The system maintains a manifest file that records the highest 'view' number (essentially the term of the leader). When a leader changes, this manifest is updated using a specific sequence of operations: writing to a temporary file, forcing a sync to disk (fsync), and then renaming the file to the final name (atomic replace). This ensures that even if power is lost during the update, the state remains consistent. An old leader attempting to wake up will find that its view number is lower than the persisted manifest and will refuse to execute effects.

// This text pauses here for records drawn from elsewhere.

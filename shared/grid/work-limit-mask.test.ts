import { describe, expect, it } from "vitest";
import { createCellGrid } from "./cell-grid";
import type { ProjectedMultiPolygon } from "./work-limit";
import { isInsideWorkLimit, workLimitArea } from "./work-limit";
import { cellAreasInWorkLimit, nodeCells, workLimitMask } from "./work-limit-mask";
import { nodePosition } from "../surface/raster";

describe("work limit mask", () => {
  const outer: [number, number][] = [[0, 0], [60, 0], [60, 40], [0, 40], [0, 0]];
  const hole: [number, number][] = [[10, 10], [10, 20], [20, 20], [20, 10], [10, 10]];
  const second: [number, number][] = [[80, 0], [100, 0], [90, 30], [80, 0]];
  const limit: ProjectedMultiPolygon = [[outer, hole], [second]];
  const grid = { originX: 0, originY: 0, spacing: 0.5, cols: 200, rows: 80 };

  it("marks the nodes inside (holes and a second polygon respected), matching point-in-polygon", () => {
    const mask = workLimitMask(limit, grid);
    for (let node = 0; node < mask.length; node += 7) {
      const [x, y] = nodePosition(grid, node % grid.cols, Math.floor(node / grid.cols));
      expect(mask[node]).toBe(isInsideWorkLimit(limit, x, y) ? 1 : 0); // invariant: same even-odd rule, two ways
    }
    const inside = mask.reduce((sum, value) => sum + value, 0) * grid.spacing ** 2;
    // computed: 60·40 − 10·10 + ½·20·30 = 2600; the slanted edges cost at most ½ pixel per row crossed.
    expect(workLimitArea(limit)).toBeCloseTo(2600, 9);
    expect(Math.abs(inside - 2600)).toBeLessThan(2 * 60 * grid.spacing * grid.spacing);
  });

  it("measures each cell's area inside the limit", () => {
    const cellGrid = createCellGrid(limit, { cellSize: 20, originX: 0, originY: 0 });
    const mask = workLimitMask(limit, grid);
    const areas = cellAreasInWorkLimit(cellGrid, grid, nodeCells(cellGrid, grid, mask));
    expect(areas[0]).toBeCloseTo(400 - 100, 9); // computed: cell A1 (0–20 × 0–20) minus the 10 × 10 hole
    expect(areas[1]).toBeCloseTo(400, 9); // computed: cell B1 wholly inside
    expect(areas[3]).toBe(0); // computed: cell D1 (60–80) is between the polygons
  });
});
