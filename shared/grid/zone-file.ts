/**
 * A file of zones (read into GeoJSON by the work-limit reader, whatever its form) split into one
 * zone per feature, or per polygon where the file holds bare geometry (a DXF's closed polylines,
 * a CSV's outlines): each with where it came from, for messages that name it, and its name when
 * the feature carries one (a `name` or `zone` property, in any case), else null so the page asks.
 * Nothing is checked here beyond the shape of the collection: each outline goes through the one
 * zone check of the project setup service.
 */

export interface ZoneFileCandidate {
  /** "feature 3" or "polygon 2": how the file's reader would find it, counted from 1. */
  source: string;
  name: string | null;
  geometry: unknown;
}

/** Property names read as a zone's name, in order of preference (compared without case). */
export const ZONE_NAME_PROPERTIES = ["name", "zone", "zone_name", "zonename", "title"] as const;

/** Most zones one file may bring (the project's zones are limited to 100 in all). */
export const ZONE_FILE_MAX = 100;

const isRecord = (value: unknown): value is Record<string, unknown> => typeof value === "object" && value !== null && !Array.isArray(value);

function nameOf(properties: unknown): string | null {
  if (!isRecord(properties)) return null;
  const keys = Object.keys(properties);
  for (const wanted of ZONE_NAME_PROPERTIES) {
    const key = keys.find((candidate) => candidate.toLowerCase() === wanted);
    const value = key === undefined ? undefined : properties[key];
    if ((typeof value === "string" && value.trim() !== "") || typeof value === "number") return String(value).trim().slice(0, 120);
  }
  return null;
}

const isPolygonal = (geometry: unknown) => isRecord(geometry) && (geometry.type === "Polygon" || geometry.type === "MultiPolygon");

/** The zones of a file; `problems` for what is not one (a feature of points or lines, nothing at all). */
export function zoneCandidatesOf(geoJson: unknown): { candidates: ZoneFileCandidate[]; problems: string[] } {
  const candidates: ZoneFileCandidate[] = [];
  const problems: string[] = [];
  if (!isRecord(geoJson)) return { candidates, problems: ["The file is not a GeoJSON object."] };
  if (geoJson.type === "FeatureCollection" && Array.isArray(geoJson.features)) {
    geoJson.features.forEach((feature, index) => {
      const source = `feature ${index + 1}`;
      const geometry = isRecord(feature) ? feature.geometry : undefined;
      if (!isPolygonal(geometry)) {
        problems.push(`Feature ${index + 1}${isRecord(feature) && nameOf(feature.properties) ? ` ("${nameOf(feature.properties)}")` : ""} is ${isRecord(geometry) ? `a ${String(geometry.type)}` : "without geometry"}, not a polygon: a zone is a closed outline.`);
        return;
      }
      candidates.push({ source, name: nameOf(isRecord(feature) ? feature.properties : undefined), geometry });
    });
  } else if (geoJson.type === "Feature") {
    if (isPolygonal(geoJson.geometry)) candidates.push({ source: "feature 1", name: nameOf(geoJson.properties), geometry: geoJson.geometry });
    else problems.push("The file's one feature is not a polygon: a zone is a closed outline.");
  } else if (geoJson.type === "MultiPolygon" && Array.isArray(geoJson.coordinates)) {
    geoJson.coordinates.forEach((polygon, index) => candidates.push({ source: `polygon ${index + 1}`, name: null, geometry: { type: "Polygon", coordinates: polygon } }));
  } else if (geoJson.type === "Polygon") {
    candidates.push({ source: "polygon 1", name: null, geometry: geoJson });
  } else {
    problems.push(`The file holds a GeoJSON ${typeof geoJson.type === "string" ? geoJson.type : "object of no type"}; zones are polygons.`);
  }
  if (candidates.length === 0 && problems.length === 0) problems.push("The file holds no polygon.");
  if (candidates.length > ZONE_FILE_MAX) problems.push(`The file holds ${candidates.length} polygons; at most ${ZONE_FILE_MAX} zones are read from one file.`);
  return { candidates, problems };
}
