import { describe, expect, it } from "vitest";
import { cellIndex, createCellGrid, type CellGrid } from "./cell-grid";
import { cellsOutline } from "./cell-union";
import { workLimitArea, type ProjectedMultiPolygon } from "./work-limit";
import { zoneCells } from "../volumes/rollup";

const square = (size: number): ProjectedMultiPolygon => [[[[0, 0], [size, 0], [size, size], [0, size], [0, 0]]]];
const grid = (options: { cellSize: number; rotationDegrees?: number }): CellGrid => createCellGrid(square(200), { originX: 0, originY: 0, ...options });

/** Signed shoelace area of a closed ring: positive counter-clockwise. */
function signedArea(ring: Array<[number, number]>): number {
  let sum = 0;
  for (let index = 0; index + 1 < ring.length; index++) sum += ring[index][0] * ring[index + 1][1] - ring[index + 1][0] * ring[index][1];
  return sum / 2;
}

/** The cells a zone drawn with this outline holds, by the one rule of zone membership (cell centre inside). */
function held(cellGrid: CellGrid, outline: ProjectedMultiPolygon): number[] {
  return [...zoneCells(cellGrid, { id: "z", polygon: outline })].sort((a, b) => a - b);
}

describe("cellsOutline: the union of chosen cells' squares", () => {
  it("one cell is its square, counter-clockwise, closed (RFC 7946 winding)", () => {
    const outline = cellsOutline(grid({ cellSize: 10 }), [{ row: 2, col: 3 }]);
    expect(outline).toHaveLength(1);
    expect(outline[0]).toHaveLength(1);
    const ring = outline[0][0];
    expect(ring[0]).toEqual(ring[ring.length - 1]);
    expect(ring).toHaveLength(5); // four corners and the closing repeat
    expect(signedArea(ring)).toBeCloseTo(100, 9); // computed: 10 × 10, positive = counter-clockwise
  });

  it("a 3 × 2 block is one rectangle of four corners (straight runs are one edge)", () => {
    const cells = [0, 1, 2].flatMap((col) => [0, 1].map((row) => ({ row, col })));
    const outline = cellsOutline(grid({ cellSize: 10 }), cells);
    expect(outline).toHaveLength(1);
    expect(outline[0][0]).toHaveLength(5);
    expect(workLimitArea(outline)).toBeCloseTo(600, 9); // computed: 6 cells × 100
  });

  it("a ring of eight cells around an unchosen one is a polygon with a clockwise hole", () => {
    const cells = [];
    for (let row = 0; row < 3; row++) for (let col = 0; col < 3; col++) if (row !== 1 || col !== 1) cells.push({ row, col });
    const outline = cellsOutline(grid({ cellSize: 10 }), cells);
    expect(outline).toHaveLength(1);
    expect(outline[0]).toHaveLength(2);
    expect(signedArea(outline[0][0])).toBeCloseTo(900, 9);
    expect(signedArea(outline[0][1])).toBeCloseTo(-100, 9); // the hole runs clockwise
    expect(workLimitArea(outline)).toBeCloseTo(800, 9); // computed: 9 − 1 cells
  });

  it("two cells meeting only at a corner are two polygons, each a simple square", () => {
    const outline = cellsOutline(grid({ cellSize: 10 }), [{ row: 0, col: 0 }, { row: 1, col: 1 }]);
    expect(outline).toHaveLength(2);
    for (const polygon of outline) {
      expect(polygon).toHaveLength(1);
      expect(polygon[0]).toHaveLength(5);
      expect(signedArea(polygon[0])).toBeCloseTo(100, 9);
    }
  });

  it("a chosen cell given twice counts once", () => {
    const outline = cellsOutline(grid({ cellSize: 10 }), [{ row: 4, col: 4 }, { row: 4, col: 4 }]);
    expect(workLimitArea(outline)).toBeCloseTo(100, 9);
  });

  it("on a rotated grid, a scattered selection with a pinch and a hole holds exactly the chosen cells (invariant: the zone membership rule gives the selection back)", () => {
    const cellGrid = createCellGrid(square(200), { cellSize: 12.5, rotationDegrees: 27, originX: 3, originY: -4 });
    // An L, a diagonal neighbour (corner contact), a 3 × 3 frame with its middle left out, a lone cell.
    const chosen = [
      { row: 2, col: 2 }, { row: 3, col: 2 }, { row: 4, col: 2 }, { row: 4, col: 3 }, { row: 5, col: 4 },
      ...[0, 1, 2].flatMap((dr) => [0, 1, 2].map((dc) => ({ row: 6 + dr, col: 6 + dc }))).filter((cell) => !(cell.row === 7 && cell.col === 7)),
      { row: 1, col: 9 },
    ];
    const outline = cellsOutline(cellGrid, chosen);
    // computed: the union's area is the number of chosen cells times the cell's area.
    expect(workLimitArea(outline)).toBeCloseTo(chosen.length * 12.5 * 12.5, 6);
    const expected = chosen.map((cell) => cellIndex(cellGrid, cell.row, cell.col)).sort((a, b) => a - b);
    expect(held(cellGrid, outline)).toEqual(expected);
    // The left-out middle cell's centre lies in the hole, so no zone made of the frame holds it.
    expect(held(cellGrid, outline)).not.toContain(cellIndex(cellGrid, 7, 7));
  });

  it("no cells, no polygon", () => {
    expect(cellsOutline(grid({ cellSize: 10 }), [])).toEqual([]);
  });
});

Deterministic Context for Replay
Replaying the log is a standard requirement for recovering from crashes. However, side effects often rely on variables like timestamps or random numbers. If these change during replay, the state machine might end up in a different state than before. Chr2 solves this by providing a Deterministic Context. When the application code needs to perform an action, it receives specific inputs from the consensus layer:
- A deterministic Random Number Generator (RNG) seed.
- The exact block time from the log.
Because these inputs are fixed by the log history, replaying the log will always produce the same result. This ensures 1:1 state transitions.
Strict Write-Ahead Log (WAL)
Data integrity is paramount. Chr2 employs a Strict WAL. Every entry written to the log is protected by a CRC (Cyclic Redundancy Check) and hash-chained to the previous entry. This creates a verifiable chain of data. If corruption is detected in the middle of the log, the system is designed to stop immediately rather than attempting to guess what the missing data might have been. This 'fail-closed' approach prevents data corruption from propagating through the system.
The Trade-offs: Safety vs. Availability
Chr2 makes a deliberate architectural choice regarding the CAP theorem. The CAP theorem states that a distributed system can only provide two of three guarantees: Consistency, Availability, and Partition Tolerance. Chr2 is explicitly a CP system (Consistency and Partition Tolerance). It prioritizes safety and correctness over availability. If a partition occurs or if the system cannot verify the safety of side effects, it will choose to halt or refuse requests rather than risk duplicating transactions or losing consistency.
This leads to a specific stance on the 'exactly-once' problem. The documentation notes that side effects in Chr2 are intentionally at-least-once. The library guarantees that an effect will be executed at least once, but it does not guarantee it will be executed exactly once. The reasoning is that 'exactly-once' usually requires stable effect IDs for sink-side deduplication (i.e., the external service, like a payment processor, must be able to recognize and ignore duplicates). Chr2 provides the tools to minimize duplicates (via fencing and outbox), but it acknowledges that the final guarantee often requires cooperation from the external system.
By accepting the at-least-once semantics, Chr2 avoids the complexity and potential failure points of trying to enforce exactly-once execution at the consensus layer. This trade-off is often preferred in financial and critical systems where missing a transaction (fail-stop) is better than duplicating one (false success).
Conclusion
Chr2 represents a targeted evolution of consensus algorithms for modern application needs. By acknowledging that distributed systems frequently need to interact with the outside world, it moves beyond the limitations of traditional libraries like Raft and Paxos. Its combination of a Replicated Outbox, Durable Fencing, and Deterministic Contexts offers a robust solution to the problem of duplicate side effects. While it forces developers to accept at-least-once semantics and a CP availability model, it provides a mathematically safer environment for critical operations. For developers who have experienced the frustration of 'exactly-once' guarantees failing during a leader crash, Chr2 offers a principled, crash-safe alternative.